Dantioch had to agree, the effects of the damage appeared minimal. The ruins of the Chapel of Memorial filled the stage as it did whenever the Pharos was tuned to it, as real as if it occupied half the chamber of Primary Location Alpha and was not light years away. The black floor of the Pharos stopped, the chipped tiles of the chapel began. On the Macragge side of the divide it was night. Forests of candles flickered atop layered candlestands as tall as primarchs. Through the chapel’s open roof, Dantioch could see the angry red glow of the Ruinstorm, so much brighter there than at Sotha.
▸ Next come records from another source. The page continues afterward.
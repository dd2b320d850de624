package server

import (
	"context"
	"encoding/json"
	"fmt"
	"net/http/httptest"
	"os"
	"path/filepath"
	"strings"
	"testing"
	"testing/fstest"
	"time"

	"github.com/skip2/go-qrcode"

	"tripwell/forms"
	"tripwell/static/chromium"
	"tripwell/store"
)

// handheld is a phone: Chromium with a profile that outlives the browser, behind a wire that can be cut.
type handheld struct {
	*chromium.Window
	base string
}

// openHandheld starts a browser; chromium.Profile brings back what one before it kept.
func openHandheld(t testing.TB, base string, options ...chromium.Option) *handheld {
	t.Helper()
	return &handheld{chromium.Phone(t, options...), base}
}

func (p *handheld) visit(path string) { p.T.Helper(); p.Open(p.base + path) }

// signIn opens a one-time link and presses its button.
func (p *handheld) signIn(r *rig, who store.Person) {
	p.T.Helper()
	token, err := r.store.NewLink(who.ID, time.Hour)
	must(p.T, err)
	p.visit("/in/" + token + "?next=/field")
	p.Until("the sign-in button", `document.querySelector("main button, form button")`)
	p.Until("a press on it", `(document.querySelector("main button, form button").click(), true)`)
	p.Until("the field client", `location.pathname === "/field"`)
}

// ready waits until the worker is there with the whole client and the first sites are on the phone.
func (p *handheld) ready() {
	p.T.Helper()
	p.Until("the worker", `(navigator.serviceWorker.getRegistration().then((r) => { globalThis.workerThere = Boolean(r?.active); }), globalThis.workerThere)`)
	p.Until("a site on the phone", `document.querySelector(".along a")?.innerText.includes("1 site on this phone")`)
}

// row is a record as the tray's own storage has it.
type row struct {
	ID, Log, Record, State, From, Clock string
	Receipt                             store.Receipt
	Summary                             struct{ Result string }
}

func (p *handheld) tray() (rows []row) {
	p.T.Helper()
	p.Rows("tray", "records", &rows)
	return rows
}

func (p *handheld) waiting() int {
	n := 0
	for _, r := range p.tray() {
		if r.State == "waiting" {
			n++
		}
	}
	return n
}

// testNext answers the button test of the device shown with one tap, hands it photos, and saves it.
func (p *handheld) testNext(photos ...string) {
	p.T.Helper()
	p.Tap(".one-tap", "")
	p.Until("the answers", `document.querySelector(".go").getAttribute("aria-disabled") === "false"`)
	for i, photo := range photos {
		p.Hand("input[type=file]", photo)
		p.Until("the photo", fmt.Sprintf(`document.querySelectorAll(".shots img").length === %d && [...document.querySelectorAll(".shots img")].every((i) => i.naturalWidth > 0)`, i+1))
	}
	p.save()
}

// save presses Save and waits until the page says that the entry is kept.
func (p *handheld) save() {
	p.T.Helper()
	p.Until("a press on Save", `(globalThis.lastSaved = document.querySelector(".saved")?.innerText ?? "", document.querySelector(".go").click(), true)`)
	p.Until("saved", `document.querySelector(".saved") && document.querySelector(".saved").innerText !== globalThis.lastSaved`)
}

// sendAll presses Send now until nothing waits; the phone may have sent by itself before.
func (p *handheld) sendAll() {
	p.T.Helper()
	p.Until("the tray", `(location.hash = "#/tray", document.querySelector("main"))`)
	p.Until("all sent", `([...document.querySelectorAll("button")].find((b) => b.innerText.trim() === "Send now")?.click(), document.querySelector("h1").innerText.includes("All sent"))`)
}

// photoRow is a photo as the tray's own storage has it, without its bytes.
type photoRow struct{ SHA256, State, Entry, Text string }

func (p *handheld) photos() (rows []photoRow) {
	p.T.Helper()
	p.Rows("tray", "photos", &rows)
	return rows
}

// siteEntry is an entry in a site's log as the server has it.
type siteEntry struct {
	ID, From, Shown, Subject string
	N                        int64
	Photos                   []string
}

// entries gives the entries in the site's log, in the log's order.
func (r *rig) entries() (list []siteEntry) {
	r.t.Helper()
	after := ""
	for {
		pulled, err := r.store.Pull(store.Scope{All: true}, r.site, after, 1000)
		must(r.t, err)
		for _, p := range pulled.Records {
			var env struct {
				ID, Kind, From, Subject string
				N                       int64
				Body                    struct {
					Shown  struct{ Result string }
					Photos []string
				}
			}
			must(r.t, json.Unmarshal([]byte(p.Record), &env))
			if env.Kind == "entry.made" {
				list = append(list, siteEntry{env.ID, env.From, env.Body.Shown.Result, env.Subject, env.N, env.Body.Photos})
			}
		}
		if after = pulled.Next; !pulled.More {
			return list
		}
	}
}

// The whole job without a line, in one run: sites taken along, the line cut, the page loaded again, a label read by the camera,
// 25 entries with two photos, the browser closed and opened again, answers lost, the line mended.
func TestOffline_TwentyFiveEntriesWithPhotosFromAScanToTheBook(t *testing.T) {
	chromium.Need(t)
	r := newRig(t, 40)
	tag := r.label(r.devices[12])
	w := newWire(t, strings.TrimPrefix(r.url, "http://"))
	code, err := qrcode.New("HTTPS://ELSEWHERE.INVALID/T/"+tag, qrcode.Medium)
	must(t, err)
	profile, camera := filepath.Join(t.TempDir(), "profile"), chromium.Camera(chromium.Film(t, code.Bitmap()))
	p := openHandheld(t, "http://"+w.addr, chromium.Profile(profile), camera)
	p.signIn(r, r.crew)
	p.ready()

	w.cut()
	p.Reload()
	p.Sees("Kiln Lane Day Clinic")
	p.Tap("a", "Find or scan")
	p.Tap("button", "Scan")
	p.Until("the device the label is on", `location.hash === "#/device/`+r.devices[12]+`"`)
	p.Tap("a", "Button test")
	for i := range 25 {
		var photo []string
		if i == 0 || i == 7 {
			photo = []string{chromium.Shot(t, uint8(i))}
		}
		p.testNext(photo...)
	}
	if n := p.waiting(); n != 25 {
		t.Fatalf("got %d entries waiting, want 25", n)
	}
	p.Close()
	p = openHandheld(t, "http://"+w.addr, chromium.Profile(profile), camera)
	p.visit("/field")
	p.Sees("25 kept on this phone")
	p.Sees("No signal")
	if n := len(r.entries()); n != 0 {
		t.Fatalf("%d entries are at the server, and the line is cut", n)
	}
	// A label's address opens the client too.
	p.visit("/T/" + tag)
	p.Until("the device of a label's address", `location.hash.includes("`+r.devices[12]+`") && document.querySelector("#field .where h1")`)

	// The line is back but every answer is lost: all is kept at the server, nothing leaves the tray.
	w.mend()
	w.deaf()
	p.visit("/field#/tray")
	p.Tap("button", "Send now")
	eventually(t, "25 entries at the server", func() bool { return len(r.entries()) == 25 })
	if kept := p.waiting(); kept != 25 {
		t.Fatalf("got %d in the tray while answers are lost, want 25", kept)
	}
	w.cut()
	w.mend()
	p.sendAll()

	r.wantOnceInOrder(25)
	entries := r.entries()
	if first := entries[0]; first.Subject != r.devices[12] {
		t.Errorf("the first entry is of %s, want the device whose label was read", first.Subject)
	}
	for i, e := range entries {
		want := 0
		if i == 0 || i == 7 {
			want = 1
		}
		if len(e.Photos) != want {
			t.Errorf("entry %d names %d photos, want %d", i+1, len(e.Photos), want)
		}
		must(t, r.store.View(r.manager.Scope(), func(v *store.View) error {
			for _, name := range e.Photos {
				if _, _, err := v.Photo(e.ID, name); err != nil {
					return err
				}
			}
			return nil
		}))
	}
	if n := p.waiting(); n != 0 {
		t.Errorf("%d entries are still in the tray", n)
	}
	for _, photo := range p.photos() {
		if photo.State != "sent" {
			t.Errorf("photo %s is %s on the phone, want sent", photo.SHA256, photo.State)
		}
	}
}

// wantOnceInOrder wants so many entries of one phone in the site's log, each once, in the order they were made, judged by
// the server as the phone judged them.
func (r *rig) wantOnceInOrder(want int) {
	r.t.Helper()
	got := r.entries()
	if len(got) != want {
		r.t.Fatalf("got %d entries at the server, want each of %d once", len(got), want)
	}
	for i, e := range got {
		if e.N != int64(i+1) {
			r.t.Errorf("entry %d of the log has n %d, want %d", i+1, e.N, i+1)
		}
		must(r.t, r.store.View(r.manager.Scope(), func(v *store.View) error {
			judged, err := v.Entry(e.ID)
			if err == nil && string(judged.Verdict.Result) != e.Shown {
				r.t.Errorf("entry %d: the phone said %s, the server says %s", i+1, e.Shown, judged.Verdict.Result)
			}
			return err
		}))
	}
}

// label puts a new tag on the place of a device and gives it.
func (r *rig) label(device string) string {
	r.t.Helper()
	tags, err := r.store.MintTags(context.Background(), r.manager.ID, 1)
	must(r.t, err)
	r.bind(device, tags[0])
	return tags[0]
}

// bind puts a tag on the place of a device.
func (r *rig) bind(device, tag string) {
	r.t.Helper()
	r.append(store.Draft{Kind: "tag.bound", Log: r.site, Subject: r.place(device), Body: set{"tag": tag}})
}

func (r *rig) place(device string) (id string) {
	r.t.Helper()
	must(r.t, r.store.View(r.manager.Scope(), func(v *store.View) error {
		d, err := v.Device(device, forms.DayOf(time.Now()))
		id = d.Place.ID
		return err
	}))
	return id
}

// eventually waits until something outside the browser is so.
func eventually(t testing.TB, what string, is func() bool) {
	t.Helper()
	for end := time.Now().Add(30 * time.Second); !is(); time.Sleep(50 * time.Millisecond) {
		if time.Now().After(end) {
			t.Fatalf("waited 30 s for %s", what)
		}
	}
}

// Two pages of one phone, a copied profile, a newer version of the program, and a server put back to an older backup.
func TestOffline_TwoPagesACopyAnotherVersionAndAServerPutBack(t *testing.T) {
	chromium.Need(t)
	r := newRig(t, 12)
	w := newWire(t, strings.TrimPrefix(r.url, "http://"))
	profile, copied := filepath.Join(t.TempDir(), "profile"), filepath.Join(t.TempDir(), "copy")
	p := openHandheld(t, "http://"+w.addr, chromium.Profile(profile))
	p.signIn(r, r.crew)
	p.ready()
	p.Tap("a.row", "Kiln Lane")
	p.Tap("a.row", "Outlet 1")
	p.Tap("a", "Button test")
	p.testNext()
	p.Until("the first entry at the server", `document.querySelector(".foot .tray").innerText.includes("All sent")`)
	p.Close()
	must(t, os.CopyFS(copied, os.DirFS(profile)))

	// The copy counts on with the same id; the server sees one n twice, and the copy draws an id of its own.
	p = openHandheld(t, "http://"+w.addr, chromium.Profile(profile))
	p.visit("/field")
	p.ready()
	first := p.installation()
	p.testAnother()
	p.Sees("All sent")
	twin := openHandheld(t, "http://"+w.addr, chromium.Profile(copied))
	twin.visit("/field")
	twin.ready()
	twin.testAnother()
	twin.Sees("All sent")
	eventually(t, "an id of its own", func() bool { return twin.installation() != first })
	twin.testAnother()
	twin.Sees("All sent")
	got := r.entries()
	if len(got) != 4 || got[3].From == first || got[3].N != 1 || got[2].From != first || got[2].N != got[1].N {
		t.Errorf("got %+v, want four entries: the third with an n used before, the fourth the first of another id", got)
	}
	twin.Close()

	// A newer program: offered, not taken while a form is open, then taken whole; it opens without a line.
	older, err := os.Create(filepath.Join(t.TempDir(), store.BookFile))
	must(t, err)
	_, err = r.store.Backup(older)
	must(t, err)
	must(t, older.Close())
	newer := httptest.NewServer(newerServer(t, r.store).Handler())
	defer newer.Close()
	w.lead(newer.Listener.Addr().String())
	p.startAnother()
	p.Until("the look for another version", `(navigator.serviceWorker.getRegistration().then((r) => r.update()), document.body.innerText.includes("once this page is finished"))`)
	p.testNext() // the client of before works with the server of now
	p.Until("the sites", `(location.hash = "#/", document.querySelector(".along"))`)
	// Asked for, it is taken at once or, where the browser still holds the older worker, when the client is opened next.
	p.Tap("button", "Take it now")
	p.Close()
	p = openHandheld(t, "http://"+w.addr, chromium.Profile(profile))
	p.visit("/field")
	p.Until("the newer client", `globalThis.newerClient`)
	w.cut()
	p.Reload()
	p.Until("the newer client without a line", `globalThis.newerClient && document.querySelector(".along")`)
	w.mend()
	p.startAnother()
	p.testNext(chromium.Shot(t, 120))
	p.sendAll()

	// The server is put back to the backup, on another machine and without the photos: what this phone sent since goes again by
	// itself, and its photo too.
	dir := t.TempDir()
	done, err := store.Restore(t.Context(), dir, older.Name(), store.Options{Now: time.Now}, nil)
	must(t, err)
	back, err := store.Open(dir, store.Options{Now: time.Now})
	must(t, err)
	defer back.Close()
	had, now := *r, r.entries()
	had.store = back
	if done.Epoch != 2 || len(now) != 6 || len(had.entries()) != 4 {
		t.Fatalf("got epoch %d, %d entries now and %d in the backup, want 2, 6 and 4", done.Epoch, len(now), len(had.entries()))
	}
	restored := httptest.NewServer(newerServer(t, back).Handler())
	defer restored.Close()
	w.lead(restored.Listener.Addr().String())
	p.Reload()
	last := now[5]
	eventually(t, "six entries and the photo at the restored server", func() bool {
		here := false
		must(t, back.View(had.manager.Scope(), func(v *store.View) error { here = v.HasPhoto(last.Photos[0]); return nil }))
		return here && len(had.entries()) == 6
	})
	if again := had.entries(); len(again) != 6 || again[4].ID != now[4].ID || again[5].ID != last.ID {
		t.Errorf("got %+v on the restored server, want the two entries it lost", again)
	}
	p.Sees("The server was put back from a backup") // explained, and no alarm
	p.Tap("button", "Understood")
	if got := p.Value(`document.body.innerText`); strings.Contains(got, "not a continuation") || strings.Contains(got, "put back from a backup") {
		t.Errorf("got %q, want neither an alarm nor what was understood", got)
	}
	p.sendAll()
	report, err := back.Check(t.Context(), nil)
	must(t, err)
	if len(report.Problems) > 0 || report.Gaps > 0 {
		t.Errorf("the restored store after all: %d gaps in n, problems %v", report.Gaps, report.Problems)
	}
}

// newerServer is the program of a later day: one of the client's modules differs.
func newerServer(t *testing.T, s *store.Store) *Server {
	t.Helper()
	srv, err := New(s, Options{})
	must(t, err)
	files := fstest.MapFS{}
	for name, file := range srv.assets.files {
		files[name] = &fstest.MapFile{Data: file.plain}
	}
	files["field.mjs"] = &fstest.MapFile{Data: append([]byte("globalThis.newerClient = true;\n"), files["field.mjs"].Data...)}
	srv.assets, err = readAssets(files)
	must(t, err)
	srv.pages, err = srv.readPages()
	must(t, err)
	return srv
}

func (p *handheld) installation() (id string) {
	p.T.Helper()
	p.Row("tray", "me", "installation", &id)
	return id
}

// testAnother makes one more button test, from the list of sites on.
func (p *handheld) testAnother() {
	p.T.Helper()
	p.startAnother()
	p.testNext()
}

func (p *handheld) startAnother() {
	p.T.Helper()
	p.Until("the sites", `(location.hash = "#/", document.querySelector(".along"))`)
	p.Tap("a.row", "Kiln Lane")
	p.Tap("main .room a.row", "")
	p.Tap("a", "Button test")
}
Long use had made him an expert at reading the empathic field of the device. It fascinated and repulsed him equally, and he could scarcely believe it, but he could feel the anger of the sky. There was an overwhelming madness coming from the storm, the kind that would flood into him if he regarded it too closely. When he looked upon it he had an inkling of what had overcome his brothers, and so he did not.
He could also read Casmir as easily as if he were a book. Today Valentus Dolor’s equerry was as warm as always towards the warsmith, but a guardedness had come over him when he had been told of their ranging efforts and Polux’s vision of Inwit.
The warsmith shifted in the audience throne. Failing to find a position that lessened the pain of his crooked back, he forced himself to remain still. Two of the Invictarus guard waited by the broken arch of the chapel. They stood in perfect stillness at attention. That was a feat Dantioch could no longer hope to emulate.
The warsmith’s body was wrecked, destroyed by his own kin. When he walked the pain was excruciating, but when he was still it was worse. Pain nibbled constantly at the edge of his psycho-conditioning. He felt as he had never expected to – like an old man used up by life. Only his will and the support of his battleplate allowed him to function at all. Iron within, iron without, he thought ironically. He would have laughed, but that was something else he had learned not to do too often, as it brought on racking coughs that ripped through his thorax in a storm of knives.